> Task prompt
Return only that part of the material below which starts with the line containing "repository 998c48ecf311e704" and goes on through the line containing "that can wait.", restated exactly.

> Information supplied
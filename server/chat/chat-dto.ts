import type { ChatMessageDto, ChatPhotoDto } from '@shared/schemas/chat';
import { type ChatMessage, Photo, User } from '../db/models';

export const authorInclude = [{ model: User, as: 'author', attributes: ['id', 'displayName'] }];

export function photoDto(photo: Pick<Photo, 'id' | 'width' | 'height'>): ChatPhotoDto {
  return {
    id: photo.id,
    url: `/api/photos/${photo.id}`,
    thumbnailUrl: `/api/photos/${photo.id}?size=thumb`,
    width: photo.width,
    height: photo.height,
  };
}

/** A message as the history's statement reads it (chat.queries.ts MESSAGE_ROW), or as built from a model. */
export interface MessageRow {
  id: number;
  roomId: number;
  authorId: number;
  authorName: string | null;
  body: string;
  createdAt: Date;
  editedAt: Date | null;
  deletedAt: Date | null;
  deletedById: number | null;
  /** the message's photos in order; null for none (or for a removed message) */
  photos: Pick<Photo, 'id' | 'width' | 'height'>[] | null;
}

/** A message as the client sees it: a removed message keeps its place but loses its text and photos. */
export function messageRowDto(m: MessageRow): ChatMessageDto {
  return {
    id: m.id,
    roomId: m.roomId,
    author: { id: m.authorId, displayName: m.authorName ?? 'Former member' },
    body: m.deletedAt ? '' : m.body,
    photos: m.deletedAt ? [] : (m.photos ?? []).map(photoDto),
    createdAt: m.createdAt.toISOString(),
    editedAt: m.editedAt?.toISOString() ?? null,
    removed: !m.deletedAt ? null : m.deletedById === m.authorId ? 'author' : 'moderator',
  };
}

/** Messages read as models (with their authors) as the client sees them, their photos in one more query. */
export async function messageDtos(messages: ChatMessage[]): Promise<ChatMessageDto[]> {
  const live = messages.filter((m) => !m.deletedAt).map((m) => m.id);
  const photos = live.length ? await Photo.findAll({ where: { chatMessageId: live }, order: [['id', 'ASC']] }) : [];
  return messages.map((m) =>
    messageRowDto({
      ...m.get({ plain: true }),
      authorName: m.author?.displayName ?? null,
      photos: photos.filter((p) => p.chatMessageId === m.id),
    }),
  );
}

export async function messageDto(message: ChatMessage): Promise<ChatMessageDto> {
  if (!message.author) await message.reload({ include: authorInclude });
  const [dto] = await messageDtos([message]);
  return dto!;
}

--

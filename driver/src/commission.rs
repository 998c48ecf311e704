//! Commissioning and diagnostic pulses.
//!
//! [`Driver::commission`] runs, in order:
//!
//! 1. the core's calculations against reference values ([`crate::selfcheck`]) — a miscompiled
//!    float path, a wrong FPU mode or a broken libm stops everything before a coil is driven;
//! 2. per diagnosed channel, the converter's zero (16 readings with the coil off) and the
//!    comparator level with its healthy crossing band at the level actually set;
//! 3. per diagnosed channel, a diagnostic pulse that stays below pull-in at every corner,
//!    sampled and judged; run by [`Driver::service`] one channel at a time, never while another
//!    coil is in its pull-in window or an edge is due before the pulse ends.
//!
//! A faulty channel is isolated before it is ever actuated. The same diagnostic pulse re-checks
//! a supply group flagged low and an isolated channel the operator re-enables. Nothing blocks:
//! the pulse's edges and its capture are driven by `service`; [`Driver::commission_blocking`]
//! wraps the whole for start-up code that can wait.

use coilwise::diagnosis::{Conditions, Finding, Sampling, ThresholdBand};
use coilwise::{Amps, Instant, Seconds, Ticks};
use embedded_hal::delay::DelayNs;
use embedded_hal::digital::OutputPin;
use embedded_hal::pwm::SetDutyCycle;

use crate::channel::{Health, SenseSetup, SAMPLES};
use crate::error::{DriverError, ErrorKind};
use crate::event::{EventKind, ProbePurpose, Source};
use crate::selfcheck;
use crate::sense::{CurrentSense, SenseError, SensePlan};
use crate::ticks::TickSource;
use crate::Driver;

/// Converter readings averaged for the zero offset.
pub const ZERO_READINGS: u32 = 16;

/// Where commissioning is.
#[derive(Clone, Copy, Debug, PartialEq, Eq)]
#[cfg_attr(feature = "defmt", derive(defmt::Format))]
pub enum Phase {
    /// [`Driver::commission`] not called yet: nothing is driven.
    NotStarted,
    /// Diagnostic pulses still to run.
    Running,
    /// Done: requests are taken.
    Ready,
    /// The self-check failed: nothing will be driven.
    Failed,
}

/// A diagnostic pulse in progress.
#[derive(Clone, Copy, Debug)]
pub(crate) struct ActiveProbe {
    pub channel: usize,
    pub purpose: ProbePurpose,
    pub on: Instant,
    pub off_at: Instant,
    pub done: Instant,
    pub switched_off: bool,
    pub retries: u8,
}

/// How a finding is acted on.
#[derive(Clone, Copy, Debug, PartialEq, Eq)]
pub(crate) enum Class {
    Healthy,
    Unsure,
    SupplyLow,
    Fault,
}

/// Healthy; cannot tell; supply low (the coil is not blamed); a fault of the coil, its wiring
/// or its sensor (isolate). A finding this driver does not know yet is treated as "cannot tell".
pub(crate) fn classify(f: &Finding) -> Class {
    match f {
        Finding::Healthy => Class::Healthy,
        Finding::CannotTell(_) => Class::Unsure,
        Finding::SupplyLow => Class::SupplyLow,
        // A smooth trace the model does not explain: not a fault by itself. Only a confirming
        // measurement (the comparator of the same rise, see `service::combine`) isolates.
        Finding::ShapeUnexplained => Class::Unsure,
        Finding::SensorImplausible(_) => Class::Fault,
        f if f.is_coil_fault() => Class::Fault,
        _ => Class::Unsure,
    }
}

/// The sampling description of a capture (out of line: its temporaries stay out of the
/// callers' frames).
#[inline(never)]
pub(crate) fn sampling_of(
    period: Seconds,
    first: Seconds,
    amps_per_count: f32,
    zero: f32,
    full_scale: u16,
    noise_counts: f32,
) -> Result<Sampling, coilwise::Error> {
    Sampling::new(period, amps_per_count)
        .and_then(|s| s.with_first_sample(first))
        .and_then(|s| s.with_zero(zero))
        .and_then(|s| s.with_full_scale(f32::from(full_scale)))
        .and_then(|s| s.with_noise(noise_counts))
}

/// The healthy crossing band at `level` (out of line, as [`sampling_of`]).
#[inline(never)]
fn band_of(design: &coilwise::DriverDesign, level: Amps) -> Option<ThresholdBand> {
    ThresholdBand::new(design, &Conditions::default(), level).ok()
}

> Exercise solution
repository 998c48ecf311e704
//! Commissioning and diagnostic pulses.
//!
//! [`Driver::commission`] runs, in order:
//!
//! 1. the core's calculations against reference values ([`crate::selfcheck`]) — a miscompiled
//!    float path, a wrong FPU mode or a broken libm stops everything before a coil is driven;
//! 2. per diagnosed channel, the converter's zero (16 readings with the coil off) and the
//!    comparator level with its healthy crossing band at the level actually set;
//! 3. per diagnosed channel, a diagnostic pulse that stays below pull-in at every corner,
//!    sampled and judged; run by [`Driver::service`] one channel at a time, never while another
//!    coil is in its pull-in window or an edge is due before the pulse ends.
//!
//! A faulty channel is isolated before it is ever actuated. The same diagnostic pulse re-checks
//! a supply group flagged low and an isolated channel the operator re-enables. Nothing blocks:
//! the pulse's edges and its capture are driven by `service`; [`Driver::commission_blocking`]
//! wraps the whole for start-up code that can wait.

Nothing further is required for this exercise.